# Deep thoughts....



## Beowulf (Dec 7, 2011)

View attachment 601


View attachment 602


----------



## that_girl (Jul 6, 2011)

The second one really hits home.

When my husband left me, I really swallowed my pride and put my ego to rest. It was difficult because we're all raised to "take no shet"...but...once I let go, things just naturally fell into place.


----------



## sigma1299 (May 26, 2011)

I really liked the first. I think a great number of cheaters continue on in their affair, knowing it's wrong and with a large part of them screaming to stop. They just can't find the will power to get off the bus and face the music. It's just another of the many contradictory things about an affair, but despite all the fog, euphoria, and excitement in an affair - cheating is hell. If people could just grab the wheel of their life and drive this place wouldn't be nearly so active. 

Thanks Beowulf.


----------



## DownUnder (Jul 30, 2011)

Wow...this is amazing. Thank you for sharing.

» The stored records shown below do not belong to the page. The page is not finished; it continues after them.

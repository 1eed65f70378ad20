import { wholeBalance } from '../settlement/bank-state.ts';
import type { PlanBank, RatePlan } from '../settlement/plan.ts';
import { priceAmount } from '../settlement/price.ts';
import { compare, exactText, priced, type Qty, rateOf, roundedCents } from '../settlement/quantity.ts';
import type { Opening } from '../settlement/settlement.ts';
import type { Day } from '../units/day.ts';

/**
 * What the utility's banks are worth after a month to come: dollar credits at face, kWh at the price of the charges they will offset, else at what a
 * true-up pays, else nothing. A bank that holds an incentive alone belongs to the incentive's book.
 */
export function bankWorth(plan: RatePlan, closing: Opening, from: Day, to: Day): number {
  let total = 0;
  for (const bank of plan.banks) {
    const balance = closing.banks[bank.id];
    if (balance === undefined || isIncentiveOnly(bank, plan)) continue;
    const held = wholeBalance(balance);
    if (compare(held, 0) === 0) continue;
    total += bank.unit === 'USD' ? worthOfDollars(bank, held) : worthOfKwh(bank, plan, held, from, to);
  }
  return total;
}

function worthOfDollars(bank: PlanBank, held: Qty): number {
  const isSpendable = bank.offsets.length > 0 || bank.trueUps.some((trueUp) => trueUp.action === 'pay');
  return isSpendable ? roundedCents(held) : 0;
}

function worthOfKwh(bank: PlanBank, plan: RatePlan, held: Qty, from: Day, to: Day): number {
  let worth: number | null = null;
  for (const charge of bank.offsets) {
    const amountCents = priceAmount(plan, charge, from, to, exactText(held));
    if (amountCents !== null) worth = (worth ?? 0) + amountCents;
  }
  if (worth !== null) return worth;
  const payout = bank.trueUps.find((trueUp) => trueUp.action === 'pay' && trueUp.rates !== null);
  const rate = payout?.rates?.filter((row) => row.from <= to).at(-1)?.rate;
  return rate === undefined ? 0 : priced(held, 1, rateOf(rate), 'halfUp');
}

function isIncentiveOnly(bank: PlanBank, plan: RatePlan): boolean {
  const fed = plan.credits.filter((credit) => credit.to === bank.id);
  return bank.unit === 'USD' && fed.length > 0 && fed.every((credit) => credit.kind === 'incentive');
}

I wish someone could email both of those to my husband....any volunteer?


----------



## sigma1299 (May 26, 2011)

Sure. I'll do it.


----------



## Beowulf (Dec 7, 2011)

I can send them.


----------



## Badblood (Oct 27, 2011)

Beowulf, with me it was the opposite. It was my pride and sense of honor that would not let me abandon her after her affair, when she was suicidal. I took my vows seriously and gave her all the support I could .


----------



## daisygirl 41 (Aug 5, 2011)

Sigma, 
As you know, i am the BS but i totally agree with your comment above. My Hs A almost destroyed him. While he was in it he really was a different man, he was a shadow of his former self and in a lot of emotional pain. Some people will find it difficult to understand how i can empathize with him, but i really can. He was in such a dark and lonely place for a long time while in his A fog, and now that the fog has well and truly lifted he is almost back to his old self. He broke down in tears on Sunday and i held him like a child. He feels so guilty and ashamed for the hurt he has caused me this past year but we will make it. Im so glad neither of us was too proud to try again.


----------



## Ingalls (Mar 7, 2012)

daisygirl 41 said:


> Sigma,
> As you know, i am the BS but i totally agree with your comment above. My Hs A almost destroyed him. While he was in it he really was a different man, he was a shadow of his former self and in a lot of emotional pain. Some people will find it difficult to understand how i can empathize with him, but i really can. He was in such a dark and lonely place for a long time while in his A fog, and now that the fog has well and truly lifted he is almost back to his old self. He broke down in tears on Sunday and i held him like a child. He feels so guilty and ashamed for the hurt he has caused me this past year but we will make it. Im so glad neither of us was too proud to try again.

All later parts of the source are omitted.